Und du musst dich echt entscheiden, ob du Surround möchtest, oder ob Stereo reicht. Wenn der Schwerpunkt auf Musikwiedergabe liegt, ist Stereo die bessere Wahl. Da bekommst du mehr Klang für´s gleiche Geld (logisch, weniger Lautsprecher bei gleichem Preis). Weiterhin ist 2.1 gerade bei Standboxen oder bei  besseren Kompaktboxen nicht unbedingt notwendig. Ein Subwoofer kann zwar recht viel Krach machen, manchmal auch zu viel Krach, aber gute Subs fangen bei 400€ neupreis an. Und Stanboxen bzw größere Kompakte produzieren je nach Modell wirklich genug Bass. Natürlich kann aber für Filme ein Subwoofer bei Explosionen z.B. möglicherweise spaßiger sein.

Edit: Richte dir Platz ein, damit die Lautsprecher mindestens einen halben Meter von der Wand entfernt stehen können. Zudem solltest du mindestens 2m Hörabstand haben. Lautsprecher und Hörposition sollten zusammen ein gleichseitiges Dreieck bilden (google Stereodreieck für mehr Infos). Das gilt so natürlich erst einmal nur für Stereo. Mit Surround Aufstellungen kenne ich mich nicht aus.

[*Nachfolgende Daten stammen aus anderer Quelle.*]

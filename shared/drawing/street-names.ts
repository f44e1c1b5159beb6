import type { Frame, SheetPoint } from './frame.ts';
import { boxesMeet, type LabelBox } from './label-placement.ts';
import { palette } from './palette.ts';
import { element, type Svg } from './svg.ts';
import { estimateTextWidth } from './text-width.ts';

/** The middle line of a street; longitude and latitude. */
export interface StreetLine {
  name: string;
  lines: readonly (readonly [number, number])[][];
}

/** How much shorter than the street a chord may be for a name to follow it. */
const leastStraightness = 0.985;

/**
 * Writes the names of streets along their middle lines, once each, where a line is straight enough
 * and nothing is in the way; never upside down. A name that finds no place is left out.
 */
export function drawStreetNames(
  streets: readonly { name: string; lines: readonly (readonly SheetPoint[])[] }[],
  frame: Frame,
  taken: readonly LabelBox[],
  fontSize: number,
): { drawn: Svg[]; boxes: LabelBox[] } {
  const drawn: Svg[] = [];
  const boxes: LabelBox[] = [];
  const named = new Set<string>();
  for (const { name, lines } of streets) {
    if (named.has(name)) continue;
    const width = estimateTextWidth(name, fontSize);
    const place = lines
      .flatMap((line) => listPlaces(line, width, fontSize))
      .filter(
        ({ box }) =>
          isInFrame(box, frame) && ![...taken, ...boxes].some((other) => boxesMeet(box, other)),
      )
      .sort((a, b) => distanceToMiddle(a.middle, frame) - distanceToMiddle(b.middle, frame))[0];
    if (place === undefined) continue;
    named.add(name);
    boxes.push(place.box);
    drawn.push(
      element(
        'text',
        {
          transform: `translate(${place.middle[0].toFixed(1)} ${place.middle[1].toFixed(1)}) rotate(${place.angleDeg.toFixed(1)})`,
          y: fontSize * 0.35,
          'text-anchor': 'middle',
          'font-size': fontSize,
          fill: palette.inkLight,
        },
        name,
      ),
    );
  }
  return { drawn, boxes };
}

interface NamePlace {
  middle: SheetPoint;
  /** Clockwise on the sheet, from −90 to 90. */
  angleDeg: number;
  box: LabelBox;
}

function listPlaces(line: readonly SheetPoint[], width: number, fontSize: number): NamePlace[] {
  const places: NamePlace[] = [];
  const total = lengthOf(line);
  for (let start = 4; start + width <= total - 4; start += 6) {
    const from = pointAlong(line, start);
    const to = pointAlong(line, start + width);
    const chord = [to[0] - from[0], to[1] - from[1]] as const;
    if (Math.hypot(chord[0], chord[1]) < width * leastStraightness) continue;
    const isForward = chord[0] > 0.01 || (Math.abs(chord[0]) <= 0.01 && chord[1] < 0);
    const sign = isForward ? 1 : -1;
    const middle = pointAlong(line, start + width / 2);
    const boxWidth = Math.abs(chord[0]) + fontSize * 1.2;
    const boxHeight = Math.abs(chord[1]) + fontSize * 1.2;
    places.push({
      middle,
      angleDeg: (Math.atan2(chord[1] * sign, chord[0] * sign) * 180) / Math.PI,
      box: {
        x: middle[0] - boxWidth / 2,
        y: middle[1] - boxHeight / 2,
        width: boxWidth,
        height: boxHeight,
      },
    });
  }
  return places;
}

function lengthOf(line: readonly SheetPoint[]): number {
  return line
    .slice(1)
    .reduce((sum, point, index) => sum + distance(line[index] ?? point, point), 0);
}

function pointAlong(line: readonly SheetPoint[], far: number): SheetPoint {
  let left = far;
  let from = line[0] ?? [0, 0];
  for (const to of line.slice(1)) {
    const length = distance(from, to);
    if (left <= length && length > 0) {
      const share = left / length;
      return [from[0] + (to[0] - from[0]) * share, from[1] + (to[1] - from[1]) * share];
    }
    left -= length;
    from = to;
  }
  return from;
}

function isInFrame(box: LabelBox, frame: Frame): boolean {
  return (
    box.x >= 2 &&
    box.y >= 2 &&
    box.x + box.width <= frame.width - 2 &&
    box.y + box.height <= frame.height - 2
  );
}

function distanceToMiddle(point: SheetPoint, frame: Frame): number {
  return distance(point, [frame.width / 2, frame.height / 2]);
}

function distance(a: SheetPoint, b: SheetPoint): number {
  return Math.hypot(b[0] - a[0], b[1] - a[1]);
}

Edit²: In diesem Preisbereich ist Probehören schon fast Pflicht. Idealerweise bei dir im Hörraum. Es kann durchaus vorkommen, dass dir Lautsprecher im Studio gefallen, bei dir dann aber subjektiv schlechter klingen, weil der Raum halt einfach anders ist.


----------



## NuTSkuL (15. März 2011)

wie gesagt würde mir 2.1 reichen. bin da an sich sehr flexibel.
und n bisschen umgehört hab ich mich in den letzten wochen schon. und was ich festgestellt habe is, dass sich 1000€ besser anhört als 300€...wer hätte damit gerechnet 
dann werd ich das mit dem bose system lassen und mir n par sachen zurechtstückeln.
bass kann ich leider nicht so extrem aufdrehen, weil ich bloß in sonem menschen auffanglager alias wohnblock wohne.
wichtig wär dementsprechend n gutes P/L verhältnis. deshalb ja eigentlicha uch die frage wegen dem bose companion 5 system für 400€.


----------



## Lee (15. März 2011)

Wenn du nicht laut aufdrehen kannst, dann lass die Finger von 2.1, d.h. Stereo mit Subwoofer Ergänzung. Das wird dir garantiert Probleme mit deinen Nachbarn einbringen!

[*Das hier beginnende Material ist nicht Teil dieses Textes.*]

import { describe, expect, it } from 'vitest';
import type { Place } from '../../../shared/rules/place.ts';
import { expandDays } from '../../../shared/rules/rule-days.ts';
import type { RuleWindow } from '../../../shared/rules/rule-schema.ts';
import { instantsOfSpan, windowSpans } from '../../../shared/rules/rule-window.ts';
import { formatInstant } from '../../../shared/solar/civil-time.ts';

const larkhaven: Place = {
  longitude: -91.3,
  latitude: 46.75,
  timezone: 'America/Chicago',
  elevation: 186,
};

function spansOf(window: RuleWindow, date: string, minimumAltitude = 0, place = larkhaven) {
  return windowSpans({ window, minimumAltitude }, date, place).map(({ startMs, endMs }) => [
    formatInstant(startMs, place.timezone),
    formatInstant(endMs, place.timezone),
  ]);
}

describe('the window of a clause', () => {
  it('means different instants by the civil and the standard clock in summer', () => {
    expect(spansOf({ basis: 'civil', from: '10:00', to: '14:00' }, '2026-06-21')).toEqual([
      ['2026-06-21T10:00:00-05:00', '2026-06-21T14:00:00-05:00'],
    ]);
    expect(spansOf({ basis: 'standard', from: '10:00', to: '14:00' }, '2026-06-21')).toEqual([
      ['2026-06-21T11:00:00-05:00', '2026-06-21T15:00:00-05:00'],
    ]);
  });

  it('is cut to the time with the sun up, and with it above the minimum altitude', () => {
    const whole = { basis: 'civil', from: '05:00', to: '21:00' } as const;
    const [[start = '', end = ''] = []] = spansOf(whole, '2026-12-21');
    expect(start.slice(11, 16)).toBe('07:48');
    expect(end.slice(11, 16)).toBe('16:17');
    const [[high = ''] = []] = spansOf(whole, '2026-12-21', 10);
    expect(high > start).toBe(true);
  });

  it('counts from sunrise and to sunset', () => {
    const [[start = '', end = ''] = []] = spansOf(
      { basis: 'sun', afterSunrise: 60, beforeSunset: 60 },
      '2026-12-21',
    );
    // By astronomy-engine the centre crosses the apparent horizon at 07:48:59 and at 16:17:47.
    expect([start.slice(11, 19), end.slice(11, 19)]).toEqual(['08:48:59', '15:17:50']);
  });

  it('is empty in polar night', () => {
    const tromso: Place = {
      longitude: 18.95,
      latitude: 69.65,
      timezone: 'Europe/Oslo',
      elevation: 0,
    };
    const window = { basis: 'civil', from: '10:00', to: '14:00' } as const;
    expect(spansOf(window, '2026-12-21', 0, tromso)).toEqual([]);
  });

  it('begins after the hour that is missing when clocks go forward', () => {
    // Clocks in Norway jump from 02:00 to 03:00 on 29 March 2026; at Svalbard's latitude in April
    // the sun is up at night, so the same jump is tried where it matters on 30 March 2025.
    const svalbard: Place = {
      longitude: 15.6,
      latitude: 78.2,
      timezone: 'Arctic/Longyearbyen',
      elevation: 0,
    };
    const window = { basis: 'civil', from: '02:30', to: '09:00' } as const;
    const [[start = ''] = []] = spansOf(window, '2025-03-30', 0, svalbard);
    expect(start >= '2025-03-30T03:00:00+02:00').toBe(true);
  });

  it('lists its instants every step from its start and always its end', () => {
    const minutes = instantsOfSpan({ startMs: 0, endMs: 25 * 60_000 }, 10).map((at) => at / 60_000);
    expect(minutes).toEqual([0, 10, 20, 25]);
    expect(instantsOfSpan({ startMs: 5, endMs: 5 }, 10)).toEqual([5]);
  });
});

describe('the days of a clause', () => {
  it('turn winter into June south of the equator', () => {
    const south = {
      ...larkhaven,
      latitude: -37.8,
      longitude: 144.96,
      timezone: 'Australia/Melbourne',
    };
    expect(expandDays([{ event: 'winter-solstice' }], 2026, south)[0]?.dates).toEqual([
      '2026-06-21',
    ]);
    expect(expandDays([{ event: 'winter-solstice' }], 2026, larkhaven)[0]?.dates).toEqual([
      '2026-12-21',
    ]);
  });

  it('wrap a season into the next year', () => {
    const [season] = expandDays([{ from: '12-30', to: '01-02', everyDays: 1 }], 2026, larkhaven);
    expect(season).toEqual({
      isSeason: true,
      dates: ['2026-12-30', '2026-12-31', '2027-01-01', '2027-01-02'],
    });
  });

  it('take the last of February for the 29th in a common year', () => {
    expect(expandDays([{ date: '02-29' }], 2026, larkhaven)[0]?.dates).toEqual(['2026-02-28']);
    expect(expandDays([{ date: '02-29' }], 2028, larkhaven)[0]?.dates).toEqual(['2028-02-29']);
    expect(expandDays([{ year: true }], 2028, larkhaven)[0]?.dates).toHaveLength(366);
  });
});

Edit: Schreib mal deine bevorzugte Musikrichtung rein. Damit man mal eine grobe Einschätzung machen kann, welche Abstimmung die Lautsprecher haben sollten. Eher kühle Lautsprecher sind zum Beispiel nicht gerade die erste Wahl, wenn man Hauptsächlich Metal hört. Um gekehrt sind eher warme Lautsprecher vielleicht nicht das optimum für Klassische oder Akkustische Musik. Neutrale Lautsprecher sind, wie der Name schon sagt neutral und daher sozusagen Universal. Die gefallen aber nicht jedem und erfordern möglicherweise eine gewisse Zeit zur eingewöhnung.


----------



## Bier (15. März 2011)

Außerdem hört sich Musik mit potenten StandLS in 2.0 immer noch am Besten an.


----------



## NuTSkuL (15. März 2011)

das erste mal kostet die polizei noch nix...muhaha. ne joke, hast schon recht.
will ja nun auch nicht das ganze haus beschallen, sondern n schönen klaren, kräftigen sound haben.

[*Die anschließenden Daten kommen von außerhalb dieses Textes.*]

import type { Frame, SheetPoint, SheetRing } from './frame.ts';

/** Path data of closed rings, to tenths; points that fall on their predecessor are left out. */
export function closedPath(rings: readonly SheetRing[]): string {
  return rings
    .map((ring) => withoutRepeats(ring.map(round)))
    .filter((ring) => ring.length >= 3)
    .map((ring) => `M${ring.map(write).join('L')}Z`)
    .join('');
}

/** Path data of an open line through the points. */
export function linePath(points: readonly SheetPoint[]): string {
  return points.length < 2 ? '' : `M${withoutRepeats(points.map(round)).map(write).join('L')}`;
}

/** Path data of separate straight lines. */
export function segmentsPath(segments: readonly (readonly [SheetPoint, SheetPoint])[]): string {
  return segments.map(([from, to]) => `M${write(round(from))}L${write(round(to))}`).join('');
}

/** Path data of the rings' outlines without the edges that lie on the frame, where the ground was cut off. */
export function outlinePath(rings: readonly SheetRing[], frame: Frame): string {
  const onFrame = ([ax, ay]: SheetPoint, [bx, by]: SheetPoint) =>
    (ax === bx && (ax === 0 || ax === frame.width)) ||
    (ay === by && (ay === 0 || ay === frame.height));
  return rings
    .map((ring) => {
      const cutAt = ring.findIndex((point, index) => {
        const next = ring[(index + 1) % ring.length];
        return next !== undefined && onFrame(point, next);
      });
      if (cutAt === -1) return closedPath([ring]);
      const turned = [...ring.slice(cutAt + 1), ...ring.slice(0, cutAt + 1)];
      const lines: SheetPoint[][] = [];
      let line: SheetPoint[] = [];
      for (const point of turned) {
        const last = line[line.length - 1];
        if (last !== undefined && onFrame(last, point)) {
          lines.push(line);
          line = [];
        }
        line.push(point);
      }
      return [...lines, line].map(linePath).join('');
    })
    .join('');
}

function round([x, y]: SheetPoint): SheetPoint {
  return [Math.round(x * 10) / 10, Math.round(y * 10) / 10];
}

function withoutRepeats(points: readonly SheetPoint[]): SheetPoint[] {
  return points.filter((point, index) => {
    const previous = points[index - 1];
    return previous === undefined || point[0] !== previous[0] || point[1] !== previous[1];
  });
}

function write([x, y]: SheetPoint): string {
  return `${x} ${y}`;
}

gehöre eh nicht zu denen, für die alles unter 100dB nicht zu musik zählt.
will halt im spiel alles schön warnehmen können, auch mal n bisschen musik hören und evtl auch n schönen bluray film schauen. außerdem wär auch schön, wenn ich sie nach meinen 2 verbleibenden jahren hier auch mit in mein neues zuhause nehmen könnte, wo man auch mal schön aufdrehen kann


----------



## Bier (15. März 2011)

NuTSkuL schrieb:


> außerdem wär auch schön, wenn ich sie nach meinen 2 verbleibenden jahren hier auch mit in mein neues zuhause nehmen könnte, wo man auch mal schön aufdrehen kann


 
Mach dir da mal keine Sorgen.
Wenn du die Lautsprecher nicht total misshandelst halten die gerne mal 10-20 Jahre.
Habe selber 2 Onkyo SC-660 hier, die 24 Jahre alt und immer noch top sind.


----------



## Madz (15. März 2011)

Kannst du mal Fotos von dem Raum machen? Man kann da vermutlich gut StandLS aufstellen, aber sollte den Raum evtl. etwas umstellen.


----------



## NuTSkuL (15. März 2011)

werd morgen evtl mal n par bilder machen...wenn ich zeit habe.
und jetzt hau ich mich erstmal hin. danke nochmal euch für die hilfe.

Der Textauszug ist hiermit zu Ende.